Start of Exercise data
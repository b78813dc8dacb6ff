"""Questions answered from moments of a cloud: at one time, or averaged over a window."""

from __future__ import annotations

from typing import Self

import numpy as np
from numpy.typing import NDArray

from driftwell.answers.answer import Answer
from driftwell.answers.charges import Charges, charges_at, number_in_words, weight_in_words
from driftwell.answers.evidence import CloudFacts, Evidence, Moments, Needs
from driftwell.answers.form import (
    TIME_TOLERANCE,
    InstantQuestion,
    cloud_named,
    instant_in_words,
    reached,
)
from driftwell.answers.sampling import jackknife_error
from driftwell.answers.series import series_mean
from driftwell.errors import AnswerError
from driftwell.forms import NonNegative, Time, checked, key, refuse
from driftwell.forms.spelling import spelled

Floats = NDArray[np.float64]


class MomentQuestion(InstantQuestion):
    """Base of questions about moments.

    At one time the value is worked out from every charge, and its error is what another draw of
    charges would change. Over a window it is the mean of the values at every record, and its error
    is that of a mean in time: what the draw of the charges at the start fixed once and for all
    stays hidden in it.
    """

    over: tuple[NonNegative[Time], NonNegative[Time]] | None = key(
        "average over this stretch of time instead of `at`", default=None
    )

    @checked
    def _one_time(self) -> Self:
        if self.over is not None and self.at != "end":
            raise refuse("`at` and `over` exclude each other; give one of them")
        if self.over is not None and self.over[1] <= self.over[0]:
            raise refuse("`over` must end later than it begins")
        return self

    def needs(self, duration: float) -> Needs:
        return super().needs(duration) if self.over is None else Needs()

    def times(self) -> dict[str, float]:
        return super().times() if self.over is None else {"over": self.over[1]}

    def least_charges(self) -> int:
        """How many charges the value needs."""
        return 2

    def of_charges(self, charges: Charges) -> float:
        """The value from every charge at one time."""
        raise TypeError(f"{type(self).__name__} must say how it is worked out")

    def of_moments(self, moments: Moments, cloud: CloudFacts) -> Floats:
        """The value at each record, (k,), from moments of which none is NaN."""
        raise TypeError(f"{type(self).__name__} must say how it is worked out")

    def error_of(self, charges: Charges) -> float | None:
        """Sampling error of :meth:`of_charges`."""
        return jackknife_error(lambda keep: self.of_charges(charges.kept(keep)), len(charges))

    def remark(self, centre: Floats) -> str:
        """What else to know of the value, from the cloud's centre (6,)."""
        return ""

    def remark_at(self, charges: Charges) -> str:
        """The same of a value at one time, from every charge."""
        return self.remark(np.concatenate([charges.position, charges.velocity]).mean(axis=1))

    def answer(self, evidence: Evidence) -> Answer:
        if self.over is not None:
            return self._over(evidence, *self.over)
        charges = charges_at(evidence, self.of, self.time_in(evidence), self.least_charges())
        error = self.error_of(charges)
        notes = [number_in_words(len(charges), charges.cloud)]
        if error is None:
            notes.append("too few charges to tell an error from")
        notes.append(self.remark_at(charges))
        return self.answered(self.of_charges(charges), error, _joined(notes))

    def _over(self, evidence: Evidence, first: float, last: float) -> Answer:
        cloud = cloud_named(evidence, self.of)
        used, window = records_within(evidence, self.of, (first, last), self.least_charges())
        found = series_mean(self.of_moments(used, cloud))
        notes = [f"mean of {used.time.size} records {window}"]
        if found.error is None:
            notes.append(
                "no error: in this window the value changes too slowly against its length "
                f"(worth {found.independent:.2g} independent records)"
            )
        else:
            notes.append("the error is that of the mean in time")
        notes.append(weight_in_words(cloud).removeprefix(", "))
        notes.append(self.remark(used.centre.mean(axis=0)))
        return self.answered(found.mean, found.error, _joined(notes))

    def when(self) -> str:
        """The time or window in words."""
        if self.over is None:
            return instant_in_words(self.at)
        return f"averaged from {spelled(self.over[0], 's')} to {spelled(self.over[1], 's')}"


def records_within(
    evidence: Evidence, name: str, window: tuple[float, float], least: int
) -> tuple[Moments, str]:
    """Moments of a cloud at the records within a window that hold `least` charges, and the window.

    Raises AnswerError where there are none, or the run did not reach the window's end.
    """
    first, last = window
    reached(last, evidence)
    moments = evidence.moments(name)
    near = TIME_TOLERANCE * evidence.end_time
    inside = (moments.time >= first - near) & (moments.time <= last + near)
    words = f"from {spelled(first, 's')} to {spelled(last, 's')}"
    if not inside.any():
        raise AnswerError(f"no record lies in the window {words}; shorten `every` in [record]")
    enough = inside & (moments.count >= least)
    if not enough.any():
        raise AnswerError(f'"{name}" holds fewer than {least} charges {words}')
    if enough.sum() < inside.sum():
        words += f", until too few charges were left at {spelled(moments.time[enough][-1], 's')}"
    return _chosen(moments, enough), words


def _joined(notes: list[str]) -> str:
    return "; ".join(note for note in notes if note)


def _chosen(moments: Moments, keep: NDArray[np.bool_]) -> Moments:
    return Moments(
        moments.time[keep],
        moments.count[keep],
        moments.centre[keep],
        moments.covariance[keep],
        moments.kinetic_energy[keep],
        moments.kinetic_variance[keep],
    )
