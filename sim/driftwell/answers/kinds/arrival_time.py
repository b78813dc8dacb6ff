"""When charges reach a detector: mean, rms spread or full width at half maximum of their times.

A charge counts once, with its first passage.
"""

from __future__ import annotations

from typing import ClassVar, Literal

import numpy as np
from numpy.typing import NDArray

from driftwell.answers.answer import Answer
from driftwell.answers.charges import weight_in_words
from driftwell.answers.evidence import Evidence
from driftwell.answers.form import detector_named
from driftwell.answers.kinds.fractions import DetectorQuestion
from driftwell.answers.peak_width import full_width
from driftwell.answers.sampling import jackknife_error, mean_error
from driftwell.errors import AnswerError
from driftwell.forms import key

Floats = NDArray[np.float64]

Statistic = Literal["mean", "rms", "fwhm"]
LEAST = {"mean": 1, "rms": 2, "fwhm": 20}
"""Charges each statistic needs."""
STATISTICS = {"mean": "mean", "rms": "rms spread", "fwhm": "full width at half maximum"}
"""Each in words."""


class ArrivalTime(DetectorQuestion):
    """Mean or spread of the times at which charges first pass a detector."""

    unit: ClassVar[str] = "s"
    ask: Literal["arrival-time"] = key("when charges pass a detector for the first time")
    statistic: Statistic = key(
        "mean; rms: standard deviation; fwhm: full width at half maximum", default="mean"
    )

    def answer(self, evidence: Evidence) -> Answer:
        times = self._times(evidence)
        least = LEAST[self.statistic]
        if times.size < least:
            raise AnswerError(
                f'{times.size} charges passed detector "{self.of}"; needs at least {least}'
            )
        clouds = self.clouds(evidence)
        note = f"{times.size} charges{weight_in_words(clouds[0])}"
        value, error = statistic_of(self.statistic, times)
        if error is None:
            note += "; too few different times to tell an error from"
        return self.answered(value, error, note)

    def _times(self, evidence: Evidence) -> Floats:
        """First passages of the charges counted, s, in the order of their ids."""
        detector = detector_named(evidence, self.of)
        clouds = self.clouds(evidence)
        if len({cloud.weight for cloud in clouds}) > 1:
            raise AnswerError(
                "charges of different clouds stand for different numbers; name one with `cloud`"
            )
        crossings = evidence.crossings()
        ours = np.isin(crossings["cloud"], [cloud.index for cloud in clouds])
        rows = crossings[(crossings["detector"] == detector) & ours]
        rows = rows[np.argsort(rows["time"], kind="stable")]
        _, first = np.unique(rows["id"], return_index=True)
        return np.asarray(rows["time"][first], dtype=np.float64)

    def words(self) -> str:
        return (
            f"{STATISTICS[self.statistic]} of the arrival times of {self.whose()} at detector "
            f'"{self.of}"'
        )


def statistic_of(which: Statistic, values: Floats) -> tuple[float, float | None]:
    """A statistic of independent values (n,), in their unit, and its error."""
    if which == "mean":
        return float(values.mean()), mean_error(values)
    if which == "fwhm":
        return full_width(values)
    return float(values.std()), jackknife_error(lambda keep: float(values[keep].std()), values.size)
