"""What a cloud is as a plasma: plasma frequency, Debye length, coupling parameter.

    plasma frequency     f_p = sqrt(n q^2 / (eps0 m)) / (2 pi)                                (1)
    Debye length         lambda_D = sqrt(eps0 kB T / (n q^2))                                 (2)
    coupling parameter   Gamma = q^2 / (4 pi eps0 a kB T),   a = (3 / (4 pi n))^(1/3)         (3)

n is the number density of real particles: at its peak, or that of the uniform ellipsoid with the
same rms sizes (:mod:`driftwell.answers.density`). T is the mean over the three axes of the
temperature about the cloud's mean velocity, without the rigid rotation about `rotation_axis` where
that is given. q and m are those of one real particle, of this cloud alone. A cloud that flies fast
is taken in the frame of its mean velocity: T is seen there, and n is the laboratory's divided by
the Lorentz factor.

The error is one jackknife of density and temperature together. Charges ordered by their repulsion
scatter less than it says. Charges that stand for several have the density and temperature of the
real ones but a Gamma that is not theirs: their own is w^(2/3) times as large.

References
----------
NRL Plasma Formulary (J. D. Huba, 2019), fundamental plasma parameters (eqs. 1 and 2);
S. Ichimaru, Rev. Mod. Phys. 54 (1982) 1017 (eq. 3). From memory.
"""

from __future__ import annotations

import math
from typing import ClassVar, Literal

import numpy as np
from numpy.typing import NDArray

from driftwell.answers.answer import Answer
from driftwell.answers.charges import Charges, charges_at, number_in_words
from driftwell.answers.density import (
    LEAST_FOR_PEAK,
    LEAST_FOR_UNIFORM,
    peak_density,
    uniform_density,
)
from driftwell.answers.evidence import CloudFacts, Evidence
from driftwell.answers.form import AXES, Axis, InstantQuestion, instant_in_words
from driftwell.answers.kinds.temperature import to_moving_frame
from driftwell.answers.rigid_rotation import without_rotation
from driftwell.answers.sampling import Bools, jackknife_error
from driftwell.constants import BOLTZMANN, COULOMB_CONSTANT, ELECTRIC_CONSTANT, SPEED_OF_LIGHT
from driftwell.errors import AnswerError
from driftwell.forms import key
from driftwell.forms.spelling import spelled

Floats = NDArray[np.float64]


class _PlasmaQuestion(InstantQuestion):
    """What the three share: how density and temperature are taken."""

    density: Literal["peak", "uniform"] = key(
        "peak: at the densest place; uniform: of the uniform ellipsoid with the same rms sizes",
        default="peak",
    )

    def of_plasma(self, density: float, kelvin: float, cloud: CloudFacts) -> float:
        """The value from n, 1/m^3, and T, K, of real particles."""
        raise TypeError(f"{type(self).__name__} must say how it is worked out")

    def kelvin(self, charges: Charges) -> float:
        """Temperature of the charges; not asked for here."""
        return 0.0

    def hot(self) -> bool:
        """Whether the temperature is part of the value."""
        return True

    def answer(self, evidence: Evidence) -> Answer:
        peak = self.density == "peak"
        least = LEAST_FOR_PEAK if peak else LEAST_FOR_UNIFORM
        charges = charges_at(evidence, self.of, self.time_in(evidence), least)
        if charges.cloud.charge == 0.0:
            raise AnswerError("particles without charge are no plasma")
        density = peak_density(charges) if peak else uniform_density(charges)
        gamma = _lorentz_factor(charges)

        def value(keep: Bools) -> float:
            kelvin = self.kelvin(charges.kept(keep))
            return self.of_plasma(density.of(keep) / gamma, kelvin, charges.cloud)

        everyone = np.ones(len(charges), dtype=np.bool_)
        kelvin = self.kelvin(charges)
        if self.hot() and kelvin <= 0.0:
            raise AnswerError("all charges have the same velocity: no temperature")
        notes = [
            f"density {density.of(everyone) / gamma:.3g} 1/m^3",
            *([f"temperature {spelled(kelvin, 'K', 4)}"] if self.hot() else []),
            number_in_words(len(charges), charges.cloud),
            density.note,
        ]
        error = jackknife_error(value, len(charges))
        return self.answered(value(everyone), error, "; ".join(notes))

    def how(self) -> str:
        """Cloud, density and time in words."""
        which = "at its densest place" if self.density == "peak" else "as a uniform ellipsoid"
        return f'of cloud "{self.of}" {which} {instant_in_words(self.at)}'


class PlasmaFrequency(_PlasmaQuestion):
    """Plasma frequency of a cloud."""

    unit: ClassVar[str] = "Hz"
    ask: Literal["plasma-frequency"] = key("plasma frequency, in cycles per second")

    def hot(self) -> bool:
        return False

    def of_plasma(self, density: float, kelvin: float, cloud: CloudFacts) -> float:
        square = density * cloud.charge**2 / (ELECTRIC_CONSTANT * cloud.mass)
        return math.sqrt(square) / (2.0 * math.pi)

    def words(self) -> str:
        return f"plasma frequency {self.how()}"


class _HotPlasmaQuestion(_PlasmaQuestion):
    """Base of those that need the temperature."""

    rotation_axis: Axis | None = key(
        "take the rigid rotation about this axis, through the centre, out of the temperature",
        default=None,
    )

    def kelvin(self, charges: Charges) -> float:
        axis = None if self.rotation_axis is None else AXES.index(self.rotation_axis)
        return thermal(charges, axis)


class DebyeLength(_HotPlasmaQuestion):
    """Debye length of a cloud by itself."""

    unit: ClassVar[str] = "m"
    ask: Literal["debye-length"] = key("Debye length of the cloud by itself")

    def of_plasma(self, density: float, kelvin: float, cloud: CloudFacts) -> float:
        return math.sqrt(ELECTRIC_CONSTANT * BOLTZMANN * kelvin / (density * cloud.charge**2))

    def words(self) -> str:
        return f"Debye length {self.how()}"


class CouplingParameter(_HotPlasmaQuestion):
    """Coulomb energy at the mean spacing over the thermal energy."""

    unit: ClassVar[str] = "1"
    ask: Literal["coupling-parameter"] = key(
        "coupling parameter: Coulomb energy at the mean spacing over the thermal energy"
    )

    def of_plasma(self, density: float, kelvin: float, cloud: CloudFacts) -> float:
        spacing = math.pow(3.0 / (4.0 * math.pi * density), 1.0 / 3.0)
        return COULOMB_CONSTANT * cloud.charge**2 / (spacing * BOLTZMANN * kelvin)

    def words(self) -> str:
        return f"coupling parameter {self.how()}"


def thermal(charges: Charges, rotation_axis: int | None) -> float:
    """Mean temperature, K, about the mean velocity, and about a rigid rotation where one is named.

    Each mean taken out costs its degree of freedom: one an axis, and one for the rotation.
    """
    mean = charges.velocity.mean(axis=1)
    apart = np.einsum("ij,jn->in", to_moving_frame(mean), charges.velocity - mean[:, None])
    degrees = 3 * (len(charges) - 1)
    if rotation_axis is not None:
        apart = without_rotation(charges.position, apart, rotation_axis)
        degrees -= 1
    return float(charges.cloud.mass * np.sum(apart**2) / (degrees * BOLTZMANN))


def _lorentz_factor(charges: Charges) -> float:
    mean = charges.velocity.mean(axis=1)
    return math.sqrt(1.0 + float(mean @ mean) / SPEED_OF_LIGHT**2)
End of Exercise data
## Action item
Lines from the start of the records through the one containing "if self.over is not None and self.at" are what should be retyped, exactly and in full, both ends included.

## Reply to the task
repository b78813dc8dacb6ff
"""Questions answered from moments of a cloud: at one time, or averaged over a window."""

from __future__ import annotations

from typing import Self

import numpy as np
from numpy.typing import NDArray

from driftwell.answers.answer import Answer
from driftwell.answers.charges import Charges, charges_at, number_in_words, weight_in_words
from driftwell.answers.evidence import CloudFacts, Evidence, Moments, Needs
from driftwell.answers.form import (
    TIME_TOLERANCE,
    InstantQuestion,
    cloud_named,
    instant_in_words,
    reached,
)
from driftwell.answers.sampling import jackknife_error
from driftwell.answers.series import series_mean
from driftwell.errors import AnswerError
from driftwell.forms import NonNegative, Time, checked, key, refuse
from driftwell.forms.spelling import spelled

Floats = NDArray[np.float64]


class MomentQuestion(InstantQuestion):
    """Base of questions about moments.

    At one time the value is worked out from every charge, and its error is what another draw of
    charges would change. Over a window it is the mean of the values at every record, and its error
    is that of a mean in time: what the draw of the charges at the start fixed once and for all
    stays hidden in it.
    """

    over: tuple[NonNegative[Time], NonNegative[Time]] | None = key(
        "average over this stretch of time instead of `at`", default=None
    )

    @checked
    def _one_time(self) -> Self:
        if self.over is not None and self.at != "end":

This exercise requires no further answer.